The tests were still passing the last time I ran them, even though bringing the containers up was suspect [took longer than it seems like it should have for the ports to become active], so I feel like.. the database isn't corrupted...? But I really don't know how to check that.

mikeizbicki commented 1 month ago

It shouldn't be necessary to ever stop the containers for the indexes assignment if you're not trying to delete the database. Also, the database should never corrupt if you're only running commands that interface with postgres directly due to postgres's ACID guarantees. (The only time I've ever seen a student's database get corrupted is when they've done the rm $PGDATA command and the command fails for some reason. This command is outside of postgres, and so postgres's ACID guarantees do not apply.)

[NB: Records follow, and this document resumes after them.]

def _resonance(result, inputs, capacitor_q, voltage, frequency, pf_target):
    """Resonance with the supply, the harmonic check, and the detuning figures."""
    xfmr_va, z_pct = inputs["xfmr_kva"], inputs["xfmr_z_pct"]
    source_va = inputs["source_mva"]
    reactor = inputs["reactor_pct"]
    rated_v = inputs["capacitor_rated_v"]
    if xfmr_va is None and source_va is None:
        result.check("resonance", "warn",
                     "No transformer or fault level given: the bank's resonance with the "
                     "supply is not checked. Enter the transformer's kVA and %Z (nameplate) "
                     "or the fault level at the bus.")
        _series_without_supply(result, inputs, pf_target)
        _capacitor_voltage(result, voltage, 0.0 if reactor is None else reactor / 100.0,
                           rated_v, reactor is not None)
        return
    s_sc = bus_short_circuit_power(xfmr_va, z_pct, source_va)
    order = resonance_order(s_sc, capacitor_q)
    rise = voltage_rise_pct(capacitor_q, s_sc)
    result.output("short_circuit_va", s_sc)
    result.output("resonance_order", order)
    result.output("resonance_hz", order * frequency)
    result.output("voltage_rise_pct", rise)
    if xfmr_va is not None and source_va is not None:
        formula, numbers = ("S_sc = 1 / (Z%/(100 S_T) + 1/S_source)",
                            f"= 1 / ({z_pct:g} %/(100 × {fq(xfmr_va, 'VA')}) + "
                            f"1/{fq(source_va, 'VA')}) = {fq(s_sc, 'VA')}")
    elif xfmr_va is not None:
        formula, numbers = ("S_sc = 100 S_T / Z% (infinite source ahead)",
                            f"= 100 × {fq(xfmr_va, 'VA')} / {z_pct:g} % = {fq(s_sc, 'VA')}")
    else:
        formula, numbers = "S_sc = fault level given", f"= {fq(s_sc, 'VA')}"
    result.step("Short-circuit power at the bank", formula, numbers)
    result.step("Parallel resonance of the supply inductance with the bank",
                "h = √(S_sc / Q_c), f_r = h f1",
                f"= √({fq(s_sc, 'VA')} / {fq(capacitor_q, 'var')}) = {order:.3g} → "
                f"{fq(order * frequency, 'Hz')}")
    result.step("Voltage rise when the bank is switched in", "ΔU ≈ 100 Q_c / S_sc",
                f"= {rise:.3g} %")
    if rise > VOLTAGE_RISE_LIMIT_PCT:
        result.check("voltage_rise", "warn",
                     f"Switching the whole bank in raises the voltage by about {rise:.3g} %: "
                     f"more than the {VOLTAGE_RISE_LIMIT_PCT:g} % a step usually should (common "
                     "practice); split the bank into steps or check the supply data.")
    near = _near_harmonic(order)
    share = 100.0 * capacitor_q / s_sc
    if share > BANK_SHARE_MAX_PCT:
        result.check("resonance", "warn", _out_of_proportion(order, share, capacitor_q, s_sc))
    elif near is not None and reactor is not None:
        result.check("resonance", "pass",
                     f"A plain bank would resonate with the supply at h = {order:.3g}, on the "
                     f"{near}th harmonic; the {reactor:g} % reactor entered moves the resonance "
                     "below its tuning order (see the detuned check).")
    elif near is not None:
        result.check("resonance", "warn",
                     f"The bank resonates with the supply at h = {order:.3g}, on the {near}th "
                     "harmonic of six-pulse drives and rectifiers "
                     f"({', '.join(map(str, SIX_PULSE_HARMONICS))}): "
                     "a small harmonic current there is amplified, overheating capacitors and "
                     "blowing their fuses. Use a detuned bank (reactor) or change the kvar.")
    else:
        result.check("resonance", "pass",
                     f"The resonance at h = {order:.3g} is more than "
                     f"{RESONANCE_BAND * 100:g} % from the {_ordinal_list(SIX_PULSE_HARMONICS)} "
                     "harmonics; it moves as kvar steps switch and the supply changes, so check "
                     "each step.")
    p = _detuning(result, reactor, s_sc, capacitor_q, frequency, share <= BANK_SHARE_MAX_PCT)
    _capacitor_voltage(result, voltage, p, rated_v, True)
    _resonance_series(result, capacitor_q, s_sc, p)
    result.assumptions.append(ASSUMPTION_SUPPLY)
    result.sources.append(SOURCE_RESONANCE)
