package dev.proofrun.paper;

import java.awt.image.BufferedImage;

/** For tests that look at a rendered page: how much of it is printed. */
public final class Ink {

    private Ink() {
    }

    /** The pixels darker than mid-grey (the mean of red, green and blue below 128): the page's print. */
    public static long darkPixels(BufferedImage image) {
        long dark = 0;
        for (int y = 0; y < image.getHeight(); y++) {
            for (int x = 0; x < image.getWidth(); x++) {
                int rgb = image.getRGB(x, y);
                int grey = ((rgb >> 16 & 0xff) + (rgb >> 8 & 0xff) + (rgb & 0xff)) / 3;
                if (grey < 128) {
                    dark++;
                }
            }
        }
        return dark;
    }
}
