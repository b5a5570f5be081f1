package dev.proofrun.paper;

import static org.junit.jupiter.api.Assertions.assertEquals;

import java.util.List;
import org.junit.jupiter.api.Test;

/**
 * The one tick rule ({@link PlotArea#step}) of the report and the screen: the 1, 2 or 5 × 10^m step nearest the
 * raw step span / count (the usual "nice numbers" choice; common practice). Expected values worked by hand from
 * the rule.
 */
class TickStepTest {

    @Test
    void stepsAreTheNearestOneTwoOrFiveTimesAPowerOfTen() {
        assertEquals(10, PlotArea.step(10, 1), 0);
        assertEquals(10, PlotArea.step(10.5, 1), 1e-12); // mantissa 1.05 < 1.5
        assertEquals(20, PlotArea.step(21, 1), 1e-12); // 2.1 < 3
        assertEquals(50, PlotArea.step(51, 1), 1e-12); // 5.1 < 7
        assertEquals(0.2, PlotArea.step(0.17, 1), 1e-12); // 1.7
        assertEquals(0.05, PlotArea.step(0.041, 1), 1e-12); // 4.1
        assertEquals(0.1, PlotArea.step(0.075, 1), 1e-12); // 7.5 ≥ 7
        assertEquals(0.1, PlotArea.step(0.7, 5), 1e-12); // the report's bound axis: 0.14, mantissa 1.4
        assertEquals(1, PlotArea.step(0, 5), 0);
        assertEquals(1, PlotArea.step(Double.NaN, 5), 0);
    }

    @Test
    void theReportKeepsItsTicks() {
        // the report's bound block asks for 5 ticks over 1.30..2.00: every 0.1, eight of them
        List<Double> ticks = PlotArea.ticks(1.30, 2.00, 5);
        assertEquals(8, ticks.size());
        assertEquals(1.3, ticks.get(0), 1e-12);
        assertEquals(2.0, ticks.get(7), 1e-9);
    }
}
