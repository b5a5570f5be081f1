package dev.proofrun.paper;

import static org.junit.jupiter.api.Assertions.assertEquals;
import static org.junit.jupiter.api.Assertions.assertFalse;
import static org.junit.jupiter.api.Assertions.assertThrows;
import static org.junit.jupiter.api.Assertions.assertTrue;

import java.awt.image.BufferedImage;
import java.io.ByteArrayOutputStream;
import java.io.IOException;
import java.util.ArrayList;
import java.util.List;
import org.apache.pdfbox.Loader;
import org.apache.pdfbox.cos.COSName;
import org.apache.pdfbox.pdmodel.PDDocument;
import org.apache.pdfbox.pdmodel.PDPage;
import org.apache.pdfbox.pdmodel.font.PDFont;
import org.apache.pdfbox.rendering.PDFRenderer;
import org.apache.pdfbox.text.PDFTextStripper;
import org.junit.jupiter.api.Test;

/** The layout toolkit: wrapping, pagination, running headings, embedded fonts. */
class LayoutTest {

    private static final PageHeading HEADING =
            new PageHeading("Bracket 4711", "layout test", "T-1 @ 0123456789ab", "footnote here", false);

    @Test
    void wrappedLinesFitTheirWidthAndKeepEveryWord() {
        try (Pages pages = Pages.open(Paper.A4, HEADING)) {
            Typeface face = pages.regular();
            String text = "Take five consecutive parts at each slot and write the time they were taken. "
                    + "Averyveryveryverylongwordwithoutanyspacesthatmustbecut somewhere.";
            List<String> lines = LineBreaker.wrap(text, face, 9, 120);
            assertTrue(lines.size() > 3);
            for (String line : lines) {
                assertTrue(face.width(line, 9) <= 120.001f, line);
            }
            assertEquals(text.replace(" ", ""), String.join("", lines).replace(" ", ""));
            assertEquals(List.of("a", "", "b"), LineBreaker.wrap("a\n\nb", face, 9, 100));
        }
    }

    @Test
    void unknownGlyphsAndControlCharactersArePrintable() {
        try (Pages pages = Pages.open(Paper.A4, HEADING)) {
            Typeface face = pages.regular();
            assertEquals("a b", face.printable("a\tb"));
            // U+4E2D (a CJK ideograph) is not in DejaVu Sans 2.37 (no CJK block)
            assertEquals("x?", face.printable("x\u4E2D"));
            assertEquals("µm ±0.05 – Ø", face.printable("µm ±0.05 – Ø"));
        }
    }

    @Test
    void tableRowsNeverSplitAndTheHeaderRepeats() throws IOException {
        int rowsWanted = 150;
        byte[] pdf;
        try (Pages pages = Pages.open(Paper.LETTER, HEADING)) {
            TextTable table = TextTable.of(List.of(TextTable.Column.left("Which", 1),
                    TextTable.Column.left("Note", 3)), pages.regular(), pages.bold(), 9);
            Flow flow = new Flow(pages);
            flow.place(Paragraph.of("Before the table.", pages.regular(), 10));
            flow.startTable(table.header());
            for (int i = 1; i <= rowsWanted; i++) {
                String note = i % 7 == 0 ? "first line of R" + i + "\nsecond line of R" + i : "one line R" + i;
                flow.place(table.row("R" + i + ";", note));
            }
            flow.endTable();
            ByteArrayOutputStream out = new ByteArrayOutputStream();
            pages.write(out);
            pdf = out.toByteArray();
        }
        try (PDDocument doc = Loader.loadPDF(pdf)) {
            int n = doc.getNumberOfPages();
            assertTrue(n >= 4, "150 rows run over several pages, got " + n);
            List<String> seen = new ArrayList<>();
            for (int p = 1; p <= n; p++) {
                String text = pageText(doc, p);
                assertTrue(text.contains("Which") && text.contains("Note"), "header on page " + p);
                assertTrue(text.contains("page " + p + " of " + n), "page number on page " + p);
                assertTrue(text.contains("T-1 @ 0123456789ab"), "identity on page " + p);
                for (int i = 1; i <= rowsWanted; i++) {
                    if (text.contains("R" + i + ";")) {
                        seen.add("R" + i);
                        if (i % 7 == 0) {
                            assertTrue(text.contains("first line of R" + i) && text.contains("second line of R" + i),
                                    "row R" + i + " split");
                        }
                    }
                }
            }
            assertEquals(rowsWanted, seen.size(), "every row exactly once");
            for (PDPage page : doc.getPages()) {
                for (COSName name : page.getResources().getFontNames()) {
                    PDFont font = page.getResources().getFont(name);
                    assertTrue(font.isEmbedded(), font.getName() + " embedded");
                }
            }
            BufferedImage image = new PDFRenderer(doc).renderImage(0, 0.5f);
            assertTrue(Ink.darkPixels(image) > 500, "the first page has ink");
        }
    }

    @Test
    void aBlockTallerThanAPageIsRefused() {
        try (Pages pages = Pages.open(Paper.A4, HEADING)) {
            Flow flow = new Flow(pages);
            assertThrows(IllegalArgumentException.class, () -> flow.place(Block.space(pages.bodyHeight() + 1)));
            flow.place(Block.space(pages.bodyHeight()));
            assertEquals(1, pages.pageCount());
            assertFalse(flow.remaining() > 0.01f);
        }
    }

    static String pageText(PDDocument doc, int page) throws IOException {
        PDFTextStripper stripper = new PDFTextStripper();
        stripper.setStartPage(page);
        stripper.setEndPage(page);
        return stripper.getText(doc);
    }
}
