def read_policy(part: str) -> Reader:
    """A reader of a part policy: the items allowed for resistors or capacitors.

    Parameters
    ----------
    part
        ``"resistors"`` or ``"capacitors"``.

    Returns
    -------
    Reader
        Reads the statement into a reading whose target is ``part``.
    """

    def read(stmt: Statement) -> Reading:
        if not stmt.args:
            raise error_at(
                SpecValueError,
                f"'{stmt.keyword}' needs at least one item",
                stmt.pos,
                example_hint(stmt.keyword),
            )
        terms = [t for arg in stmt.args for t in arg]
        groups = _technologies(stmt, part, terms)
        if len(groups) == 1:
            return Reading(part, _policy_items(stmt, part, groups[0]))
        return Reading(part, tuple(_policy_items(stmt, part, g) for g in groups))

    return read


def _technologies(stmt: Statement, part: str, terms: Sequence[Term]) -> list[list[Term]]:
    """Split a policy's items at the word ``or``: one group per capacitor technology.

    ``capacitors C0G 5% 100p to 10n, or PP 2% E24 1n to 1u`` lists two technologies.
    An ``or`` between a ``k of CV`` leakage rule and a current is the rule's floor
    (``leakage 0.01 of CV or 3 uA``), not a new technology.

    Parameters
    ----------
    stmt
        The policy statement (for messages).
    part
        ``"resistors"`` or ``"capacitors"``.
    terms
        Every item term of the statement.

    Returns
    -------
    list of list of Term
        One group of items per technology, in the order written.

    Raises
    ------
    SpecError
        When ``or`` stands in a resistor policy, or at either end or twice in a row.
    """
    groups: list[list[Term]] = [[]]
    for i, term in enumerate(terms):
        if not (isinstance(term, Word) and term.text.lower() == "or"):
            groups[-1].append(term)
            continue
        nxt = terms[i + 1] if i + 1 < len(terms) else None
        if i > 0 and isinstance(terms[i - 1], Fraction) and isinstance(nxt, Quantity):
            groups[-1].append(term)  # the floor of a leakage rule
            continue
        if part == "resistors":
            raise error_at(
                SpecValueError,
                "a resistor policy describes one kind of resistor; 'or' lists capacitor "
                "technologies",
                term.pos,
                "give one resistor policy, e.g. resistors E96 1% 100 ppm/K, 1k to 1M",
            )
        if not groups[-1] or nxt is None:
            raise error_at(
                SpecValueError,
                f"'or' in '{stmt.keyword}' stands between two capacitor technologies",
                term.pos,
                "e.g. capacitors C0G 5% 100p to 10n, or PP 2% E24 1n to 1u",
            )
        groups.append([])
    return groups


def read_use(stmt: Statement) -> Reading:
    """Read pinned parts: comma-separated references with a value and items.

    Parameters
    ----------
    stmt
        The ``use`` statement.

    Returns
    -------
    Reading
        A ``"pinned"`` reading holding a tuple of :class:`~timespec.model.PinnedPart`.
    """
    if not stmt.args:
        raise error_at(
            SpecValueError, "'use' needs at least one part", stmt.pos, example_hint("use")
        )
    parts: list[PinnedPart] = []
    for arg in stmt.args:
        ref = arg[0]
        if not isinstance(ref, Word):
            raise error_at(
                SpecValueError,
                "each part starts with its reference, e.g. R or C1",
                ref.pos,
                example_hint("use"),
            )
        if len(arg) < 2 or not isinstance(arg[1], Quantity):
            raise error_at(
                SpecValueError,
                f"part {ref.text} needs a value after its reference",
                arg[1].pos if len(arg) > 1 else ref.pos,
                example_hint("use"),
            )
        value = arg[1]
        letter = ref.text[0].upper()
        want = {"R": "resistance", "C": "capacitance"}.get(letter)
        if want is None:
            raise error_at(
                SpecValueError,
                f"part reference {ref.text!r} must start with R (resistor) or C (capacitor)",
                ref.pos,
            )
        if value.kind is None:
            value = Quantity(value.value, want, value.text, value.pos)
        if value.kind != want:
            raise error_at(
                SpecUnitError,
                f"{ref.text} is a {'resistor' if want == 'resistance' else 'capacitor'}, "
                f"but {value.text!r} is {KIND_NAMES.get(value.kind, value.kind)}",
                value.pos,
            )
        fields = _policy_items(stmt, "resistors" if want == "resistance" else "capacitors", arg[2:])
        for bad in ("low", "pairs", "ageing"):
            if bad in fields:
                raise error_at(
                    SpecValueError,
                    "a pinned part takes a tolerance, series and tempco or dielectric, "
                    f"not a {bad}",
                    ref.pos,
                )
        try:
            parts.append(
                PinnedPart(
                    ref=ref.text,
                    kind=want,
                    value=value.value,
                    tolerance=fields.get("tolerance"),
                    series=fields.get("series"),
                    tempco_ppm=fields.get("tempco_ppm"),
                    dielectric=fields.get("dielectric"),
                    pos=ref.pos,
                    rated_voltage=fields.get("rated_voltage"),
                    leakage=fields.get("leakage"),
                )
            )
        except ValueError as exc:
            raise error_at(SpecValueError, str(exc), ref.pos) from None
    refs = [p.ref for p in parts]
    for i, p in enumerate(parts):
        if p.ref in refs[:i]:
            raise error_at(SpecValueError, f"part {p.ref} is pinned twice", p.pos)
    return Reading("pinned", tuple(parts))


def read_timer(stmt: Statement) -> Reading:
    """Read the timer class and its optional ``initial`` and ``drift`` overrides.

    Parameters
    ----------
    stmt
        The ``timer`` statement.

    Returns
    -------
    Reading
        A ``"timer"`` reading holding (class name, overrides).
    """
    if not stmt.args or not isinstance(stmt.args[0][0], Word):
        raise error_at(
            SpecValueError,
            "'timer' needs a class: bipolar or cmos",
            stmt.pos,
            example_hint("timer"),
        )
    word = stmt.args[0][0]
    name = word.text.lower()
    if name not in TIMER_CLASSES:
        raise error_at(
            SpecValueError,
            f"unknown timer class {word.text!r}",
            word.pos,
            did_you_mean(word.text, list(TIMER_CLASSES)) or "the classes are bipolar and cmos",
        )
    overrides: dict[str, float] = {}
    rest = [stmt.args[0][1:], *stmt.args[1:]]
    for arg in rest:
        if not arg:
            continue
        head = arg[0]
        if not (isinstance(head, Word) and head.text in ("initial", "drift") and len(arg) == 2):
            raise error_at(
                SpecValueError,
                "after the timer class come 'initial ±3%' and 'drift ±150 ppm/K'",
                head.pos,
                example_hint("timer"),
            )
        value = arg[1]
        q = value.plus if isinstance(value, Tolerance) else value
        if not isinstance(q, Quantity):
            raise error_at(SpecValueError, f"'{head.text}' needs a value", value.pos)
        if head.text == "initial":
            check_kind(q, ["ratio"], "timer")
            overrides["initial"] = abs(q.value)
        else:
            check_kind(q, ["tempco"], "timer")
            overrides["drift_ppm"] = round(abs(q.value) * 1e6, 9)
    return Reading("timer", (name, overrides))


def read_gate(stmt: Statement) -> Reading:
    """Read the Schmitt-inverter class.

    Parameters
    ----------
    stmt
        The ``gate`` statement.

    Returns
    -------
    Reading
        A ``"gate"`` reading holding the class name.
    """
    term = single_term(stmt, "a Schmitt-inverter class: " + " or ".join(GATE_CLASSES))
    if not isinstance(term, Word) or term.text.lower() not in GATE_CLASSES:
        text = term.text if isinstance(term, Word) else ""
        raise error_at(
            SpecValueError,
            f"unknown gate class {text!r}" if text else "'gate' needs a class name",
            term.pos,
            did_you_mean(text, list(GATE_CLASSES)) or "the classes are " + ", ".join(GATE_CLASSES),
        )
    return Reading("gate", term.text.lower())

But to answer your question, you can bring down all running containers using the commands

$ docker stop $(docker ps -qa)
$ docker rm $(docker ps -qa)

These commands can usually bring down contains even when docker-compose down is failing for some reason. If those commands also aren't working, then docker kill will be guaranteed to bring the container down.

ains-arch commented 1 month ago

So, if I need to close my terminal windows because I need to pause working but not delete my data, I shouldn't run docker-compose down first? I've heard some people are doing that and I have been and it doesn't seem like it's broken anything yet but I don't know. I guess I'm unclear on what the procedure should be when starting and stopping work in multiple sessions.